The past year has been an olfactory adventure in Longwood’s research greenhouses. In preparation for Making Scents: the Art and Passion of Fragrance, we brought in a variety of fragrant plants for trial. Some plants, such as roses, are common and easy to obtain. Fragrant varieties such as Rosa ‘Secret’s out’,  R. ‘Gros Choux d’Hollande, R. ‘De Resht’, R.  x centifolia, R. ‘Compte Chambord’,  and ‘Jaques Cartier’  will be making an appearance in the Conservatory during the exhibition.

Rosa 'Comte-de-Chambourd'

Rosa 'Comte-de-Chambourd'

Other fragrant plant requests are more exotic and elusive. Everyone has heard of frankincense and myrrh, but very few people grow them. I know how rare they are, because I was given the task of locating and purchasing these plants. Alas, I did not have the aid of three wise men to guide me, so I was left to my own devices. Fortunately, I had the help of fragrance expert Art Tucker, many horticulture interns, and the Internet. Surprisingly, frankincense can be found at a nursery in New Jersey.  Myrrh came from a nursery in the the Southwestern United States. Both plants exude a sap when the bark is wounded that hardens into a gum.  The gum is used to produce the fragrances of frankincense and myrrh.

Frankincense

Frankincense

One of the most surprising and delightful fragrant plants was already in Longwood’s plant collection. Senna didymobotrya or “Popcorn Senna” emits the pleasant aroma of hot buttered popcorn when the leaves are gently brushed.  I always enjoy watching the faces of people who are not familiar with the plant when they get the first whiff of hot buttered popcorn. This plant should be planted near movie theaters!  Golden yellow flowers grace this plant, which increase its ornamental value.

Senna didymobotrya

Another quirky, fragrant plant has been kicking around Longwood’s greenhouses since 1957. Paramongaia weberbaueri was collected on the slopes of the Andes in Peru. It looks like a giant daffodil, blooms in the fall and has an amazing fragrance. In fact, my first indication that Paramongaia was in bloom was the sweet fragrance that filled the greenhouse. I looked around to see where the scent was coming from and was amazed to see a daffodil-like flower blooming in the fall!

Paramongaia weberbaueri

Paramongaia weberbaueri

Aloysia virgata, or sweet almond bush, has been a work horse in our greenhouses. It produces spikes of fragrant white flowers all year long that resemble Buddleja flowers. The sweet, nutty aroma fills the research greenhouses, and sometimes even permeates into the hallways of the headhouse. While visiting the Harry P. Leu Gardens in Orlando, I caught the sweet scent of almonds on the wind nearly 200 feet from the tree-like Aloysia virgata that was growing in one of the beds.

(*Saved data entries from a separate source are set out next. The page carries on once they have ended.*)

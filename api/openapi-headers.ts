import type { OpenAPIRegistry } from "@asteasolutions/zod-to-openapi";
import { RATE_LIMIT, RATE_LIMIT_POLICY } from "@/lib/limits/rate-limit-headers";

/** Headers that every answer carries. */
const COMMON: Readonly<Record<string, { description: string; example: string }>> = {
  "Request-Id": {
    description: "Id of this call, for questions about it; problems repeat it in `instance`.",
    example: "req_5HkXb2mQ9tWz7LcV",
  },
  [RATE_LIMIT_POLICY]: {
    description:
      "The quotas that count for the caller: `q` requests in `w` seconds, or `q` computations a month.",
    example: '"minute";q=600;w=60, "month";q=100000',
  },
  [RATE_LIMIT]: {
    description: "What is left (`r`) and after how many seconds the quota is whole again (`t`).",
    example: '"minute";r=599;t=42, "month";r=99871;t=1206000',
  },
};

const RETRY_AFTER = { description: "Seconds to wait before the next try.", example: "42" };
const WWW_AUTHENTICATE = {
  description: "How to authenticate, and what was wrong (RFC 6750).",
  example: 'Bearer realm="rhoform", error="invalid_token"',
};
const ALLOW = { description: "Methods that the path takes.", example: "GET, HEAD, OPTIONS" };

const string = { type: "string" as const };

/** Declares the headers once. */
export function documentHeaders(registry: OpenAPIRegistry): void {
  const all = { ...COMMON, "Retry-After": RETRY_AFTER, "WWW-Authenticate": WWW_AUTHENTICATE, Allow: ALLOW };
  for (const [name, { description, example }] of Object.entries(all)) {
    registry.registerComponent("headers", name, { description, schema: string, example });
  }
}

type HeaderSpec = { $ref: string } | { description: string; schema: { type: "string" } };

/** The headers of an answer: the common ones, those that its status brings, and the operation's own. */
export function responseHeaders(
  status: number,
  own: Readonly<Record<string, string>> = {},
): Record<string, HeaderSpec> {
  const names = Object.keys(COMMON);
  if (status === 429 || status === 503) names.push("Retry-After");
  if (status === 401 || status === 403) names.push("WWW-Authenticate");
  if (status === 405) names.push("Allow");
  return {
    ...Object.fromEntries(names.map((name) => [name, { $ref: `#/components/headers/${name}` }])),
    ...Object.fromEntries(
      Object.entries(own).map(([name, description]) => [name, { description, schema: string }]),
    ),
  };
}
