import type { CondensedMatrices, ElementSet } from "../assembly/elements";
import type { SampledElements } from "../assembly/medium";
import type { UnknownMap } from "../assembly/unknowns";
import type { FrontStructure } from "./symbolic";

/** One linear system on a mesh: structure, matrices and their weights (conductivity or resistivity of a triangle). */
export interface LinearSystem {
  readonly set: ElementSet;
  readonly map: UnknownMap;
  readonly structure: FrontStructure;
  readonly matrices: CondensedMatrices;
  readonly weight: Float64Array;
  /** Triangles whose weight varies and is part of their matrix (their entry of `weight` is one); null for none. */
  readonly sampled: SampledElements | null;
}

Speaking of Buddleja, there are two pleasantly fragrant varieties slated for display in the Gardens this year. Buddleja asiatica is a species that blooms in January, with white flowers and a pleasant fragrance.  We trialed this plant in our Research Department a few years ago in hopes of finding another winter-blooming Buddleja to supplement the other Buddleja species that we use from Mr. du Pont’s time.  ‘Winter Waterfall’ is a newcomer that will be making its Conservatory debut this year.  It resulted from a cross with Buddleja asiatica. It has a slightly different fragrance than B. asiatica and white pendulous flowers, and it blooms in November and December, which makes it a perfect addition to the Christmas display.

Buddleja 'Winter Waterfall'

Buddleja 'Winter Waterfall'

The award for the most exotic fragrant flower goes to Passiflora ‘Ruby Glow’.  Not only did this plant have the best fragrance out of all the Passiflora trialed, it also had the best foliage.  The fragrance is tangy and flora. The flower is a site to behold. It resembles some strange sea creature with tentacles.

Passiflora 'Ruby Glow'

Passiflora 'Ruby Glow'

I have to say that not all of the plants cooperated. Cestrum nocturnum produces an amazing vanilla fragrance that smells heavenly. Unfortunately, it is only fragrant in the early hours of the morning when the garden is empty, and most folks are sleeping. On cool mornings when the greenhouse vents are locked down, the sweet vanilla scent is trapped in the greenhouse, and I can’t help but smiling when that sweet smell surrounds me.

Some smells are downright unpleasant. Caryopteris divaricata ‘Maxim’ smells like bad onion soup when the leaves are brushed. Plectranthus neochilus is also known as the skunk plant, and you can smell why. The scent of it lingered in the headhouse for an entire day after I transported the plant through the area, causing several people to comment. While pruning a lemon-scented Eucalyptus, I became nauseous. For a few minutes I was convinced that I was coming down with stomach flu, and needed to go home. Thankfully, the feeling passed, and I realized that my discomfort was coming from the smell of the Eucalyptus. Yuck!  I try not to get to close to that plant.

Trialing fragrant plants was extremely interesting.  The first question I got whenever someone new entered the greenhouse was “What is that smell?” Since we were surrounded by so many fragrant plants, it was an adventure to find exactly where the scent was coming from. I hope you also have a great adventure when you come to see these plants in the Conservatory for Making Scents: the Art and Passion of Fragrance, which opens April 10.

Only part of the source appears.